Stored data —
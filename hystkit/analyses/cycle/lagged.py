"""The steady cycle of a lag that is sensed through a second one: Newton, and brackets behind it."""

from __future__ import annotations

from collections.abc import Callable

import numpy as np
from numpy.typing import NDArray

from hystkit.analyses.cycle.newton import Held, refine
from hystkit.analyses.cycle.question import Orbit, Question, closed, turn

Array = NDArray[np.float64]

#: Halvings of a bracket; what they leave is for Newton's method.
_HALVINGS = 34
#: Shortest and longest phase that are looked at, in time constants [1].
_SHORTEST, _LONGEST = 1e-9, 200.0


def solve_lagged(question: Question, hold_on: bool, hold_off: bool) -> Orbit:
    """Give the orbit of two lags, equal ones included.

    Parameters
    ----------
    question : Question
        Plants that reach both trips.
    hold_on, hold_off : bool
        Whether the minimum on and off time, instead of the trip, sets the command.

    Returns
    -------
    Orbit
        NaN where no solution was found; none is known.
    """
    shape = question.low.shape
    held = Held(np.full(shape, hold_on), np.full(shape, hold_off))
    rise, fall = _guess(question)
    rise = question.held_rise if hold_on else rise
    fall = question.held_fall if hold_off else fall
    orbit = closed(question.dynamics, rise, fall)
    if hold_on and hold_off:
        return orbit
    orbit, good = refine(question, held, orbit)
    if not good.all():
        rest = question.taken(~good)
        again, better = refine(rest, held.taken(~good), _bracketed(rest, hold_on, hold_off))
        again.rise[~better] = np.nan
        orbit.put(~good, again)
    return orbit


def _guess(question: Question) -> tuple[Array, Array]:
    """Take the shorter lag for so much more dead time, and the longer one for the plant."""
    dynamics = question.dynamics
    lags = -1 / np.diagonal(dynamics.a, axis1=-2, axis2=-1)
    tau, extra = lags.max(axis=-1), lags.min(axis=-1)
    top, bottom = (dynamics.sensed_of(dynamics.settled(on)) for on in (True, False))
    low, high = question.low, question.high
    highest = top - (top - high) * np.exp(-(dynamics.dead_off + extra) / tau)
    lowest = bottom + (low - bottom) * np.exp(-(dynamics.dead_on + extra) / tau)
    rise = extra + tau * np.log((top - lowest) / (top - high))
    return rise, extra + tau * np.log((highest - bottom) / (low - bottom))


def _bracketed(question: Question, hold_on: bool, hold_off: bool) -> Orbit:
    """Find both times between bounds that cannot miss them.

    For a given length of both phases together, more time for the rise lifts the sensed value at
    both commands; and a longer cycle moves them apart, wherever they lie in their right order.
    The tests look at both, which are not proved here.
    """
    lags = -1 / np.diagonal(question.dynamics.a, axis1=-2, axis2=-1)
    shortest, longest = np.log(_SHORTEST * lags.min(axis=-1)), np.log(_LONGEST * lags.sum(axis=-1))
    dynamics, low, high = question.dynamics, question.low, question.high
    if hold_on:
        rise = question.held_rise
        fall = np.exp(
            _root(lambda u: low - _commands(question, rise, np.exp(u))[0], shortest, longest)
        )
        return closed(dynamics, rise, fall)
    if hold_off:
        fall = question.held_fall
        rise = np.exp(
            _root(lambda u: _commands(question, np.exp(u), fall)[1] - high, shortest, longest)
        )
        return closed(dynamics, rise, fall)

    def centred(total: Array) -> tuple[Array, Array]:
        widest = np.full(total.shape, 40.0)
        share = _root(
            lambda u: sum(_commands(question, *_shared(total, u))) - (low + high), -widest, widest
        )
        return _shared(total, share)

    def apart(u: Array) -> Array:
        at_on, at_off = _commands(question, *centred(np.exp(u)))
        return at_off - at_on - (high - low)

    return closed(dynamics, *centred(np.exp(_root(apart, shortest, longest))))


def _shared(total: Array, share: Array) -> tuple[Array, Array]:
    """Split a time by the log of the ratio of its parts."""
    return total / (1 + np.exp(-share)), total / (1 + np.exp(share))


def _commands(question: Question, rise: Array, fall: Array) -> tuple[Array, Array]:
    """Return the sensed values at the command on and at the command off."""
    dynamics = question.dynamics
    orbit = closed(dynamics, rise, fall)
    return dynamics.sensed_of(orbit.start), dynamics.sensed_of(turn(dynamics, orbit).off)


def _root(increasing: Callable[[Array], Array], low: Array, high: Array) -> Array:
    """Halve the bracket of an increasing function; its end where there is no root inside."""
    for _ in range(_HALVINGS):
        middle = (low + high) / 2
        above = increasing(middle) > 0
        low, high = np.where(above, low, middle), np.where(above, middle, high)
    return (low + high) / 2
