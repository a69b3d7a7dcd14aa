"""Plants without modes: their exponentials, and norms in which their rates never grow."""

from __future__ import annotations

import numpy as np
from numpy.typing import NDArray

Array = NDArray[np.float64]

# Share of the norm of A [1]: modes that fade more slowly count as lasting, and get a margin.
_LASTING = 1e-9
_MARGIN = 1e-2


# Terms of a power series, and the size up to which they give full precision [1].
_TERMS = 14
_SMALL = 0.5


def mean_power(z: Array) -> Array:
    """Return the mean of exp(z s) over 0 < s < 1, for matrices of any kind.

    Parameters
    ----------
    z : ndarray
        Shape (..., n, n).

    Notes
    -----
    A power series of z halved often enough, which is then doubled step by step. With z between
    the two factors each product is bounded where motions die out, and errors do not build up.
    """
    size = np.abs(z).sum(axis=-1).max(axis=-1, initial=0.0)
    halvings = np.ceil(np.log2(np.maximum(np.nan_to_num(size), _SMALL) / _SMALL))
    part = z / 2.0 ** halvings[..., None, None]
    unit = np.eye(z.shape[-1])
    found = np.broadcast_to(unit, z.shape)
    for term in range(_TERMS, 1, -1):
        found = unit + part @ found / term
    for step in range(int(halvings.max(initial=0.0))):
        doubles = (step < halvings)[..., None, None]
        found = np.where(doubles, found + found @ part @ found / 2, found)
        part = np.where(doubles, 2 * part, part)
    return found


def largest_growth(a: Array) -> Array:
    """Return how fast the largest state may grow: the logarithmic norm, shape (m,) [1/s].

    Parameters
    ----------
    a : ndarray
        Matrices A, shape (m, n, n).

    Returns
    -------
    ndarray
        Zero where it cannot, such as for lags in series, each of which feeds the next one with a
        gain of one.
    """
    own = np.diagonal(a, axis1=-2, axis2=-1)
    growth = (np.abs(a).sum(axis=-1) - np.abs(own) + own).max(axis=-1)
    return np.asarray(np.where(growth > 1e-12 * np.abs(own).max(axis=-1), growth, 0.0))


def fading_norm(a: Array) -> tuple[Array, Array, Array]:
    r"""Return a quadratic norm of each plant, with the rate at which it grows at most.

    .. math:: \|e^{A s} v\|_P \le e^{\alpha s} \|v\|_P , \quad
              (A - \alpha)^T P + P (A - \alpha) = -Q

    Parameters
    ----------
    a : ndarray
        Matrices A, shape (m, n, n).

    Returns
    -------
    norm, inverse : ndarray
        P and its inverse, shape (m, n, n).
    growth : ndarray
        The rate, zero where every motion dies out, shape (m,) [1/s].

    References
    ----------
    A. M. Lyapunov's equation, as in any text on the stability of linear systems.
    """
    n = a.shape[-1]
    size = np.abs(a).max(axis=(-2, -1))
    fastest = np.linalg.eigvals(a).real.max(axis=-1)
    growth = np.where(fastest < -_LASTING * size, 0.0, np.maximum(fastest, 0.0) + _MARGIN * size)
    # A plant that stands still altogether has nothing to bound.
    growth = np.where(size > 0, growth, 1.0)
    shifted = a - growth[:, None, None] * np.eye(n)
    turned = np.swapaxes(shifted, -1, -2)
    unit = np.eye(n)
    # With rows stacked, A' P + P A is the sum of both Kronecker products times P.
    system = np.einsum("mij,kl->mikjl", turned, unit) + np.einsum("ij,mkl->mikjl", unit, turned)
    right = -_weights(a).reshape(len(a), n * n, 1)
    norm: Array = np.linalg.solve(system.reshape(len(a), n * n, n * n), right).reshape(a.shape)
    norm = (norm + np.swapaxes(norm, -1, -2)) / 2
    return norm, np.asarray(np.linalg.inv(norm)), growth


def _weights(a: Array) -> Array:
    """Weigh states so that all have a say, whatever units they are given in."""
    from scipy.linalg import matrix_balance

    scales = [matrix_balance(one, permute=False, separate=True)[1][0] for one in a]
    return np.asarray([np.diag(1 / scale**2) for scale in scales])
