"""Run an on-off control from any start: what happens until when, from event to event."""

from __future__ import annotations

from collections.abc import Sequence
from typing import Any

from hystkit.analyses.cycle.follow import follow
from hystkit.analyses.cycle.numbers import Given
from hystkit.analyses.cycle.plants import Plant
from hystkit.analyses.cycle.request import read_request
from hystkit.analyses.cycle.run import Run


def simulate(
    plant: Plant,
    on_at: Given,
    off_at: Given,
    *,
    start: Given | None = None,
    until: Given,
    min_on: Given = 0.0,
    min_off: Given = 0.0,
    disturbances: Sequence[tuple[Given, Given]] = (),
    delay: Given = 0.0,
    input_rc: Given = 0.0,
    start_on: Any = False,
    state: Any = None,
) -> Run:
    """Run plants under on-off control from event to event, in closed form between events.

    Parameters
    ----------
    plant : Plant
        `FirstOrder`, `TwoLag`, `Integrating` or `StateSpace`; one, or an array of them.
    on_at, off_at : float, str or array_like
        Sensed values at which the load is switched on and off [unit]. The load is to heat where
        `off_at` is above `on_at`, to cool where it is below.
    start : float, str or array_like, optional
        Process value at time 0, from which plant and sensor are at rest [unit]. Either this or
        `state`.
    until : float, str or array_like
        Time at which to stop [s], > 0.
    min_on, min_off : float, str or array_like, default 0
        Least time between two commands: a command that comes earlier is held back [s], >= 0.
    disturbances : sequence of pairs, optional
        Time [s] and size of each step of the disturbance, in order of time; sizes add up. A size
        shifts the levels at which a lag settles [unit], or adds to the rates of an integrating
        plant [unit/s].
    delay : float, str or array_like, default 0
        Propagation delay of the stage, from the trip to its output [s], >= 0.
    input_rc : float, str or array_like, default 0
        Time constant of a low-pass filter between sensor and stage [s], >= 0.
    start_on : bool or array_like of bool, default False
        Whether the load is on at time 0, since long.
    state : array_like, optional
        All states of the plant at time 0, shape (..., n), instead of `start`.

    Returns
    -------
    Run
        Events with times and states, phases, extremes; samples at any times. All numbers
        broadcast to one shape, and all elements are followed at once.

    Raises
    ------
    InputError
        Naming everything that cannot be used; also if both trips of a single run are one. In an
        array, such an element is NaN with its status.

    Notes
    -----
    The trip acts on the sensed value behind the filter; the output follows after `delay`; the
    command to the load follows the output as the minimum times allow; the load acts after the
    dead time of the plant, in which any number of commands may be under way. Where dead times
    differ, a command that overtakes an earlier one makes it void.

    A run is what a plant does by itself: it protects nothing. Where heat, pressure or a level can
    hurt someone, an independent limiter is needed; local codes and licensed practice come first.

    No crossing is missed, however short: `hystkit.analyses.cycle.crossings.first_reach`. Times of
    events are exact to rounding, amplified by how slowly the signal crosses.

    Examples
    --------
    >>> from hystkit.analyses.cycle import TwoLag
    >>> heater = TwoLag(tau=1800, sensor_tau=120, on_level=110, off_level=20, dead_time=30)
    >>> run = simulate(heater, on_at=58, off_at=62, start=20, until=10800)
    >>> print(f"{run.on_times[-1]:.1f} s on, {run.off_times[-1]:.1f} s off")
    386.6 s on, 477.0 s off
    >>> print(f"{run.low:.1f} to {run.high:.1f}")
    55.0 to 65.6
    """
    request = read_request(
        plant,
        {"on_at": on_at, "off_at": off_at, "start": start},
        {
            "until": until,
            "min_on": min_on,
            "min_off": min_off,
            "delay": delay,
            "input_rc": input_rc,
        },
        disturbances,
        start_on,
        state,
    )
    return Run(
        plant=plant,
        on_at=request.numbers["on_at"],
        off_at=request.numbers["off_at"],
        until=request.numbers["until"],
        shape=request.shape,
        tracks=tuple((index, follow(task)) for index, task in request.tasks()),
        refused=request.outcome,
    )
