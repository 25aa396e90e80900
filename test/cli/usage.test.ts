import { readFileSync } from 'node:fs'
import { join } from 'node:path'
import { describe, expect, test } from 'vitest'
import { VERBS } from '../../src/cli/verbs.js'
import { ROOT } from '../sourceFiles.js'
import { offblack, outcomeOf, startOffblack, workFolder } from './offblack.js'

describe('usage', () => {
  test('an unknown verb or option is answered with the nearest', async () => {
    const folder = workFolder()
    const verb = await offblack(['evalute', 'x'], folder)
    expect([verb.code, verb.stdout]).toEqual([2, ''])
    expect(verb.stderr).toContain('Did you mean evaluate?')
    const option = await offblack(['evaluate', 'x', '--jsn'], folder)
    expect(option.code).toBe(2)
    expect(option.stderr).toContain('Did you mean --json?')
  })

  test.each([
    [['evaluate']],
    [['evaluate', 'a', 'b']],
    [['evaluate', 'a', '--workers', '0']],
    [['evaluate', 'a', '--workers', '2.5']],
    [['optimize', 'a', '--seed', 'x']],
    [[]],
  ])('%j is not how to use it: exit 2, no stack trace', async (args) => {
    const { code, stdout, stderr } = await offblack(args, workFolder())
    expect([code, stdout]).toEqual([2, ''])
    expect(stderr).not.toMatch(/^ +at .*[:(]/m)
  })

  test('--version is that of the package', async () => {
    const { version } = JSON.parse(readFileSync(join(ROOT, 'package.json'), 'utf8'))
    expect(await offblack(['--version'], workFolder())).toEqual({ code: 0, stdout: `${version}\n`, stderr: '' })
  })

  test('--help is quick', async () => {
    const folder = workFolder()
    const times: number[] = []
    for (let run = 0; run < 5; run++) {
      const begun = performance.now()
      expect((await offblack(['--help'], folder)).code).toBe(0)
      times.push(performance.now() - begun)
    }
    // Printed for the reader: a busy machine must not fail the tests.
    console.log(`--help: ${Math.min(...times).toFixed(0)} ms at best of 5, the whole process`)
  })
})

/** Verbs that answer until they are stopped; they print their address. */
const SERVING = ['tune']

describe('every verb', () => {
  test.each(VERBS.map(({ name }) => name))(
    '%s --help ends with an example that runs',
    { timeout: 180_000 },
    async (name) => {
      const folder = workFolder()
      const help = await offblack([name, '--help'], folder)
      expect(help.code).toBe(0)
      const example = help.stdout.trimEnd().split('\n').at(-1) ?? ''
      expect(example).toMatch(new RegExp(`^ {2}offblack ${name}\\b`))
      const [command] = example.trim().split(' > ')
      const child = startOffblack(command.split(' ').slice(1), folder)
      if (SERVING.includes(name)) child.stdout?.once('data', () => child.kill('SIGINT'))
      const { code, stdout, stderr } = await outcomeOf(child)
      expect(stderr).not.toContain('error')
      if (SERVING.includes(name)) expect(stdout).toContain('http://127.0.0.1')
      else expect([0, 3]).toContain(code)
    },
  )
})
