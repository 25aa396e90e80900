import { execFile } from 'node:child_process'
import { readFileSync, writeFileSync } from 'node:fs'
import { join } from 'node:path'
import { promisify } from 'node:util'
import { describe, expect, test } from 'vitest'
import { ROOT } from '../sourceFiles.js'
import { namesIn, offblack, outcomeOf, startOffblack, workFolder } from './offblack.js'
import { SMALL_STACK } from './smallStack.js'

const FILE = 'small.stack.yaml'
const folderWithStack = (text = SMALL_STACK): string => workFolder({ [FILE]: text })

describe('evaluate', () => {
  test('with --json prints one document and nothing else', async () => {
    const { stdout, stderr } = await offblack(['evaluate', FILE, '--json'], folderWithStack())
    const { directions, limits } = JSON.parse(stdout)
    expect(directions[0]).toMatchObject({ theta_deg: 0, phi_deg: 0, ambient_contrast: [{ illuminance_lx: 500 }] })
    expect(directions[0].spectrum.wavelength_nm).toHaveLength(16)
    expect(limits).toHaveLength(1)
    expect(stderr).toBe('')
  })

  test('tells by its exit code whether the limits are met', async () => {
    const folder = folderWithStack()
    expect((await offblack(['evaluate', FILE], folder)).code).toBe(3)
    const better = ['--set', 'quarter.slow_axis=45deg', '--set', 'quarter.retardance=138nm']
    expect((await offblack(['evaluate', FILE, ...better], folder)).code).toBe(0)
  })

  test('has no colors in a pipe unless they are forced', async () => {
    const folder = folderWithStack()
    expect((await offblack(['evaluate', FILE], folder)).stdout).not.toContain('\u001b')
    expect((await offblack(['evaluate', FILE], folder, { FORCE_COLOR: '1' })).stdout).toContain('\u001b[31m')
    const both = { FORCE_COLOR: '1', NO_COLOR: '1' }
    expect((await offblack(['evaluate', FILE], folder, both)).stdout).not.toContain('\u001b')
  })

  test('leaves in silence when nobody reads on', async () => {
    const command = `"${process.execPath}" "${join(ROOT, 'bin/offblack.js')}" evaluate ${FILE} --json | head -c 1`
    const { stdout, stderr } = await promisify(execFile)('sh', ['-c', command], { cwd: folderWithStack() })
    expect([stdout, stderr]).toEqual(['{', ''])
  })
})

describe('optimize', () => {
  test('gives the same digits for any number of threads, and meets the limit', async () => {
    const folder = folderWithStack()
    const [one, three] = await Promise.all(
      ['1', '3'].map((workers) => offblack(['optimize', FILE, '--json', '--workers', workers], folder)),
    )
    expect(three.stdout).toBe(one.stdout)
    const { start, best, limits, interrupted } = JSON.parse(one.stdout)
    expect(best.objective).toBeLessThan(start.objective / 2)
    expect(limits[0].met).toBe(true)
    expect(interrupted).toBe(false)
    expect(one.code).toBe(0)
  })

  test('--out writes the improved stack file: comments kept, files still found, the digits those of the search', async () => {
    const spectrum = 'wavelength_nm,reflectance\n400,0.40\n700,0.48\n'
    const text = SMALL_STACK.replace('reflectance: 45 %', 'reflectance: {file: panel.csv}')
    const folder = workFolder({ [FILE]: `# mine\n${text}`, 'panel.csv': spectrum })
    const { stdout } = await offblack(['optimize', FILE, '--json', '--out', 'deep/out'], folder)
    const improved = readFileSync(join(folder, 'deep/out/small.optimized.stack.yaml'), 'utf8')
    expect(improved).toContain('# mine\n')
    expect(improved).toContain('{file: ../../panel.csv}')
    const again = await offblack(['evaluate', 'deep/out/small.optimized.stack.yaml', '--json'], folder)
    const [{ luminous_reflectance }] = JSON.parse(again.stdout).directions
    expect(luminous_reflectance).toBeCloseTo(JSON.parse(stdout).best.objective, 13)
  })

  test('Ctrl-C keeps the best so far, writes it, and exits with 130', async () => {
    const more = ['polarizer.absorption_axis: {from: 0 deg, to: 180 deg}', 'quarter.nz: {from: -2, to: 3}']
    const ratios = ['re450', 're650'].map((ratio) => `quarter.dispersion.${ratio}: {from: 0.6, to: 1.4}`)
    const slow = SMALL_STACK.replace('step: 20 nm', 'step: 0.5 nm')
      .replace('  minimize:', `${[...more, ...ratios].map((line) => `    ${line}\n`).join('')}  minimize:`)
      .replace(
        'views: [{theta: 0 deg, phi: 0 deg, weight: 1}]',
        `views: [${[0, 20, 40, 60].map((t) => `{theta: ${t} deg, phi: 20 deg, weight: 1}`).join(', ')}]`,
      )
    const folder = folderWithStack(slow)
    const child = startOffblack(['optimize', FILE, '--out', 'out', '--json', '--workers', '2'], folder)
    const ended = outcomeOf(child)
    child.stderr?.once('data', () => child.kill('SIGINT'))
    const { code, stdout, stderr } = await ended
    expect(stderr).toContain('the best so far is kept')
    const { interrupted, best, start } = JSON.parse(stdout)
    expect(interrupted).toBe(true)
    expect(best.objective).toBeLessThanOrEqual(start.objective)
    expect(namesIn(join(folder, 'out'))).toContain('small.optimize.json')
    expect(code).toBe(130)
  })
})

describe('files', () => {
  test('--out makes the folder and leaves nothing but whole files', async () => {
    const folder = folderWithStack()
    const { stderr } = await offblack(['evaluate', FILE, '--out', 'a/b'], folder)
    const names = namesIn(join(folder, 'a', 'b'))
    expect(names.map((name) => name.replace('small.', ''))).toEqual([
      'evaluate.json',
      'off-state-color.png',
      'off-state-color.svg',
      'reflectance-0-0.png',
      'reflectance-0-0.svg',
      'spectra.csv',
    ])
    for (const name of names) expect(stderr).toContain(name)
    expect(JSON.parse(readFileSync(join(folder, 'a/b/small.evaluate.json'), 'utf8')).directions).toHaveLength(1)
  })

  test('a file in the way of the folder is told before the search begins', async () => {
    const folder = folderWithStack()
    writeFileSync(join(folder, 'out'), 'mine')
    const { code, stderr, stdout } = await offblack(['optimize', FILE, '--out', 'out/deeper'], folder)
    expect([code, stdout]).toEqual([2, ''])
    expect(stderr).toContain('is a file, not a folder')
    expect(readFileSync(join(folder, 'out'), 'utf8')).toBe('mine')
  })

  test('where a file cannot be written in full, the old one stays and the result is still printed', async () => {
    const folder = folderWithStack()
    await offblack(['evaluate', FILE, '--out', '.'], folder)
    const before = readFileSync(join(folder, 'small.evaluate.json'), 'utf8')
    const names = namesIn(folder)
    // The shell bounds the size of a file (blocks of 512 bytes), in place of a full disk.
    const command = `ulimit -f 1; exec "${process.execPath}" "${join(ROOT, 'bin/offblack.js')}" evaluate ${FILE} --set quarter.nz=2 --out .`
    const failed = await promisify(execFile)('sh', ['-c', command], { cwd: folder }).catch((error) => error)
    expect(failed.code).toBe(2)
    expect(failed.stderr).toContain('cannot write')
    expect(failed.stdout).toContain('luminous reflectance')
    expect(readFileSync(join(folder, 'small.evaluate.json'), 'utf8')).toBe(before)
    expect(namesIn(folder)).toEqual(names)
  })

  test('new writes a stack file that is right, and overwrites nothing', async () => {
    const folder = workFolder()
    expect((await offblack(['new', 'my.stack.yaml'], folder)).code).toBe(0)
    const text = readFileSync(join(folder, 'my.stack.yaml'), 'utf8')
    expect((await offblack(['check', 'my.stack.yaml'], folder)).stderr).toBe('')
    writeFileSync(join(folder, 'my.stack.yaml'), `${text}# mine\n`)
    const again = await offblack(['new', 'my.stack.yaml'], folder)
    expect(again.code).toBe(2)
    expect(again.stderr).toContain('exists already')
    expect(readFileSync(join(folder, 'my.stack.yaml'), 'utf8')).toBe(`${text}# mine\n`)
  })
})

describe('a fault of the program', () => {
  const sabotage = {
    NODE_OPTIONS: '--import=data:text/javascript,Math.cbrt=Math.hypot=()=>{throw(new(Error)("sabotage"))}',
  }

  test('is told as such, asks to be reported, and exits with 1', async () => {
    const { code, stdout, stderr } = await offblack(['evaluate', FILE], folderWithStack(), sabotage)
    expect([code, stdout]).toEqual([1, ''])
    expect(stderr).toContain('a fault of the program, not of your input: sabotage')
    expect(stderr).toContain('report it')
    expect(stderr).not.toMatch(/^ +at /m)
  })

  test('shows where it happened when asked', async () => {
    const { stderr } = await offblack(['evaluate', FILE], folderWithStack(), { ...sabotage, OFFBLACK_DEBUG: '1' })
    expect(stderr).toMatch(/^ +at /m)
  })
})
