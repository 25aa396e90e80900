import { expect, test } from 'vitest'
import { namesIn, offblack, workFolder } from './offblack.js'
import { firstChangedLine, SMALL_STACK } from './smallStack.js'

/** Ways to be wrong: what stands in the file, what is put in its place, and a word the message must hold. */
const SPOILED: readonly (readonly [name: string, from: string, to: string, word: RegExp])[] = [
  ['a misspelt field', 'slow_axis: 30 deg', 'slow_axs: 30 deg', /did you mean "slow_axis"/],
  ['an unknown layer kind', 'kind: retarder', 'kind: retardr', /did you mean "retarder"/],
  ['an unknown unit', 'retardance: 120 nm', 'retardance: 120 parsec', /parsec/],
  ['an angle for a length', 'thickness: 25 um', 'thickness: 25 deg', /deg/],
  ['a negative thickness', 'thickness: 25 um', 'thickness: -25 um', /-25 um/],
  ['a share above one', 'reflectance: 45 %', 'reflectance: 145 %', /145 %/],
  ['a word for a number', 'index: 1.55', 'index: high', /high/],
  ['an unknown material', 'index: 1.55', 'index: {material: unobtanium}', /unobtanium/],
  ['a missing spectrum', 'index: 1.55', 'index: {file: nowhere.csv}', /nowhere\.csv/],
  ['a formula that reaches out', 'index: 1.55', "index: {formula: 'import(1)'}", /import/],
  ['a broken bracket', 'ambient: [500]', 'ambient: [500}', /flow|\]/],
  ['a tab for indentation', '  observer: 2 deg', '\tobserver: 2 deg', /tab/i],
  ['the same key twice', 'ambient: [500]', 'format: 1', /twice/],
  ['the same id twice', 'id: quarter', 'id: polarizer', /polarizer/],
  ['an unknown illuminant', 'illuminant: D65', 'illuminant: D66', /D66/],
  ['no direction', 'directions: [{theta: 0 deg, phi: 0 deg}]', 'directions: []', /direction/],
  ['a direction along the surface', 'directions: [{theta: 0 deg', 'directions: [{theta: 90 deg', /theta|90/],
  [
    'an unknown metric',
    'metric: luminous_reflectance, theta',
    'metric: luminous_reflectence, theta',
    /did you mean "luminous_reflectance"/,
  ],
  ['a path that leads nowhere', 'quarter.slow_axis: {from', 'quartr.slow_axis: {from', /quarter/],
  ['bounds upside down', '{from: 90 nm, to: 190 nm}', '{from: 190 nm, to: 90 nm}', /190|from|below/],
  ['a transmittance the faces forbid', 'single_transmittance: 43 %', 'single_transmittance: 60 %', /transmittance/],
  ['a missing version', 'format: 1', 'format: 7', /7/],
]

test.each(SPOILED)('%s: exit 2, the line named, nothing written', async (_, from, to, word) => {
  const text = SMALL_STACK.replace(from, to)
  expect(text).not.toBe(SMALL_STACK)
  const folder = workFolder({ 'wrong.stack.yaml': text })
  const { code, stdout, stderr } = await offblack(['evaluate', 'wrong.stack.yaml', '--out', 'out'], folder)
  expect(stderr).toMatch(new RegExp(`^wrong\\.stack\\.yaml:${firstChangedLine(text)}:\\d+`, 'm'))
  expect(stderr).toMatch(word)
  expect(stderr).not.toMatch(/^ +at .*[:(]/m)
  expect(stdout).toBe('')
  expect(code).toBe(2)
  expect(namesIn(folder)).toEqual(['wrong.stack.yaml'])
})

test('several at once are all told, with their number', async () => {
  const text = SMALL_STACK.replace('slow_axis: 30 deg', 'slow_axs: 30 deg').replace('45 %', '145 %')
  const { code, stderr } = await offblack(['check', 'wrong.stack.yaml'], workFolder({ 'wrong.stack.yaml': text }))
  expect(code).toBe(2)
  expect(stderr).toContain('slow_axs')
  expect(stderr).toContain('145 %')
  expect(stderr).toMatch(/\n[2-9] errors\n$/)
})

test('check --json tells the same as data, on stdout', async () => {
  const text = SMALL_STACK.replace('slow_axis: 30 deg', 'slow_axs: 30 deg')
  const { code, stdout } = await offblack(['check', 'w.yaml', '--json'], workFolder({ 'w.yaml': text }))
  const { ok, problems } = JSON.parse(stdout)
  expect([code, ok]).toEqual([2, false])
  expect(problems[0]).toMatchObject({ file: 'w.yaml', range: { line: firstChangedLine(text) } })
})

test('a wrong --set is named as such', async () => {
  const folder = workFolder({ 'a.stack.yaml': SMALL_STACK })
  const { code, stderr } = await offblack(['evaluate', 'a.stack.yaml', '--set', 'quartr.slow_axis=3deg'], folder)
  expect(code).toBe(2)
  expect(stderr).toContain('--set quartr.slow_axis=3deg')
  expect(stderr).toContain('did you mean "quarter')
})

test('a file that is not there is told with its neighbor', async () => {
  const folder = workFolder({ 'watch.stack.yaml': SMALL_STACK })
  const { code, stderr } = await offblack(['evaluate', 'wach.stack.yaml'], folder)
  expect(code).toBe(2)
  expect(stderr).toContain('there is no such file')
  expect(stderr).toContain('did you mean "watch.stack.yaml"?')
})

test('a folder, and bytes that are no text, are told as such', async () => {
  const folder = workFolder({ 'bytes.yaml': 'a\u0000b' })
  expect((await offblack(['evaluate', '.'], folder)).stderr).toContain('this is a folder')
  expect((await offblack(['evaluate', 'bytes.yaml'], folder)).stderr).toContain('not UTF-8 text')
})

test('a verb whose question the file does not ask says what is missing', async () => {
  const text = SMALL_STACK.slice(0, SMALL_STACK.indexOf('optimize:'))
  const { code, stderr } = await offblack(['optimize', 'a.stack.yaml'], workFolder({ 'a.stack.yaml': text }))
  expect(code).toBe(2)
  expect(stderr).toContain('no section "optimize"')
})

PROMPT — Return only the lines of the records in which the string "widest" appears.

TASK SOLUTION —
        widest = np.full(total.shape, 40.0)
            lambda u: sum(_commands(question, *_shared(total, u))) - (low + high), -widest, widest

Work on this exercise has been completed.